Factors 2-15 rule out as if one of these were not a factor, their double wouldn't be either, and neither of these are next to their doubles. If two relative primes are factors, then the product of these relative primes is a factor too. So if the numbers 2-15 are all factors, the following products are factors, too:

18=2x9, 20=4x5, 21=3x7, 22=2x11, 24=3x8, 26=2x13, 28=4x7, 30=3x10

We have 16,17,19,23,25,27,29,31 remaining. Only 16 and 17 are consecutive numbers. 16 is said by the 15th student.

Its better to search for primes . But no prime are consecutive except $2,3$ but we cant say that they dont divide(because the number is divisible by $6$ )
One of the approach is to search for maximum power of a prime number say $x = p^k$ . Because $x$ can only divide multiple of $p^n$ type number. So as $x$ is greatest type of that number,it necessary no need to divide.

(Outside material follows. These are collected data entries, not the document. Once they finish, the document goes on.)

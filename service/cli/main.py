"""The ``foldline`` command line.

Bad input ends with a one-line message on stderr and exit code 2, never a traceback.
"""

from __future__ import annotations

import argparse
import json
import sys
from collections.abc import Callable, Sequence
from pathlib import Path

from backtest.cost import estimate_cost
from backtest.engine import run_backtest
from backtest.errors import BacktestError
from backtest.results import BacktestResult
from backtest.tidy import (
    FOLD_COLUMNS,
    RANKING_COLUMNS,
    SCORE_COLUMNS,
    fold_rows,
    ranking_rows,
    read_series_csv,
    score_rows,
    write_csv,
)
from service.cli import champion as cli_champion
from service.cli import db as cli_db
from service.cli import dossier as cli_dossier
from service.cli import forecast as cli_forecast
from service.cli import keys as cli_keys
from service.cli import monitor as cli_monitor
from service.cli import report as cli_report
from service.cli import serve as cli_serve
from service.cli import worker as cli_run
from service.cli.terminal import ProgressBar, ranking_report
from service.demo.run import OutputFolderError, run_demo
from service.errors import ServiceError
from service.limits import check_cost, series_limits
from service.settings import InvalidSettingsError, checked_settings
from service.usecases.submit_run import parse_run_inputs

#: How ``foldline backtest`` takes the frequency of series without a frequency column.
FREQUENCY_OPTION = "add the --frequency option (e.g. --frequency P1M) for the whole file"


class UsageError(Exception):
    """A problem with the command's arguments or files."""


def _read_json(path: str, what: str) -> object:
    try:
        return json.loads(Path(path).read_text())
    except OSError as exc:
        raise UsageError(f"{what} file {path}: {exc.strerror}") from None
    except json.JSONDecodeError as exc:
        raise UsageError(f"{what} file {path}, line {exc.lineno}: invalid JSON ({exc.msg})") \
            from None


def write_outputs(result: BacktestResult, out: Path) -> list[Path]:
    """Write the full JSON result and the tidy CSV tables to ``out``."""
    out.mkdir(parents=True, exist_ok=True)
    paths = [out / "result.json", out / "folds.csv", out / "scores.csv", out / "ranking.csv"]
    paths[0].write_text(json.dumps(result.to_dict(), indent=1, allow_nan=False))
    for path, rows, columns in zip(paths[1:], (fold_rows, score_rows, ranking_rows),
                                   (FOLD_COLUMNS, SCORE_COLUMNS, RANKING_COLUMNS)):
        with path.open("w", newline="") as handle:
            write_csv(rows(result), columns, handle)
    return paths


def _cmd_backtest(args: argparse.Namespace) -> int:
    try:
        text = Path(args.series).read_text()
    except OSError as exc:
        raise UsageError(f"series file {args.series}: {exc.strerror}") from None
    settings = checked_settings()
    try:
        with series_limits(settings, ""):
            series = [one.series for one in read_series_csv(
                text, frequency=args.frequency, season_length=args.season_length,
                fill=args.fill, max_length=settings.max_observations,
                max_series=settings.max_series_per_upload, frequency_option=FREQUENCY_OPTION)]
    except (BacktestError, ServiceError) as exc:
        raise UsageError(f"series file {args.series}: {exc}") from None
    candidates, plan = parse_run_inputs(_read_json(args.candidates, "candidates"),
                                        _read_json(args.plan, "plan"), settings)
    check_cost(estimate_cost(series, candidates, plan), settings)
    progress = None if args.json else ProgressBar()
    result = run_backtest(series, candidates, plan, n_jobs=args.jobs, progress=progress)
    if args.out:
        paths = write_outputs(result, Path(args.out))
    if args.json:
        json.dump(result.to_dict(), sys.stdout, allow_nan=False)
        sys.stdout.write("\n")
        return 0
    print(ranking_report(result))
    if args.out:
        print("\nresults written to:\n" + "\n".join(f"  {p}" for p in paths))
    return 0


def _cmd_demo(args: argparse.Namespace) -> int:
    try:
        return run_demo(Path(args.out), args.jobs)
    except OutputFolderError as exc:
        raise UsageError(str(exc)) from None


def build_parser() -> argparse.ArgumentParser:
    """The argument parser with every subcommand."""
    parser = argparse.ArgumentParser(prog="foldline", description="Forecast backtesting "
                                     "and model audit.")
    commands = parser.add_subparsers(dest="command", required=True)
    bt = commands.add_parser("backtest", help="backtest candidates on series from a CSV file")
    bt.add_argument("series", help="tidy CSV: series_key, period, value [, frequency, "
                    "season_length, unit]; rows in any order")
    bt.add_argument("--candidates", required=True, help="JSON list of candidate specs")
    bt.add_argument("--plan", required=True, help="JSON backtest plan")
    bt.add_argument("--out", help="directory for result.json and the CSV tables")
    bt.add_argument("--json", action="store_true", help="print the full result as JSON")
    bt.add_argument("--frequency", help="ISO 8601 duration for series without a frequency "
                    "column, e.g. P1M")
    bt.add_argument("--season-length", type=int, help="season length for every series")
    bt.add_argument("--fill", choices=("reject", "linear"), default="reject",
                    help="what to do with missing periods (default: reject)")
    bt.add_argument("--jobs", type=int, default=1, help="worker processes (default 1)")
    bt.set_defaults(handler=_cmd_backtest)
    demo = commands.add_parser("demo", help="run the invented demo scenario through the "
                               "service (server, worker, HTTP)")
    demo.add_argument("--out", default="foldline-out/demo", help="output folder: new, empty "
                      "or an earlier demo's; each run writes a new numbered subfolder")
    demo.add_argument("--jobs", type=int, default=2, help="worker processes (default 2)")
    demo.set_defaults(handler=_cmd_demo)
    cli_serve.register(commands)
    cli_run.register(commands)
    cli_db.register(commands)
    cli_report.register(commands)
    cli_keys.register(commands)
    cli_champion.register(commands)
    cli_dossier.register(commands)
    cli_forecast.register(commands)
    cli_monitor.register(commands)
    return parser


def main(argv: Sequence[str] | None = None) -> int:
    """Entry point of the ``foldline`` console script."""
    args = build_parser().parse_args(argv)
    handler: Callable[[argparse.Namespace], int] = args.handler
    try:
        return handler(args)
    except (UsageError, BacktestError, ServiceError, InvalidSettingsError) as exc:
        print(f"foldline: error: {' '.join(str(exc).split())}", file=sys.stderr)
        return 2


if __name__ == "__main__":
    sys.exit(main())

But we have to choose $x$ such that any of $x+1,x-1$ is prime
Here $2^4 = 16 , 3^3=27 ,5^2 = 25$ are the maximum power of $2,3,5$ less than $31$
First observe $25$ ,neither of the number $25-1,25+1$ is prime.
Also true for $27$ .
Observe $16$ and $16+1$ = $17$ as it is prime, our desired number is $16,17$ They are said by $15th,16th$ student.
So the answer is $\boxed{15}$

(Note : they are said by $15th,16th$ student not $16th,17th$ )

The smallest number the teacher could have written was 707,860,553,400.

First of all, we know that it can't be a number below 15. The first fourteen students all said numbers that another (non-consecutive) student later said a multiple of (e.g. the 14th student said 15, but the 29th student said 30), so if said student was incorrect, so was another non-consecutive student.

This being the case, we know that the number the teacher wrote on the board has to be a multiple of every number from 2 to 15. The minimum common multiple of these numbers is $2^3*3^2*5*7*11*13=360360$ , so any number between 16 and 31 that is a divisor of that number must be a divisor of the number the teacher wrote. Namely, 18, 20, 21, 22, 24, 26, 28, and 30 are definitely divisors.

Therefore, we can eliminate the possibility that m is in integer interval [16..30], as all of those values of m are such that one of the divisors we listed is implied as incorrect. That leaves us with m=15.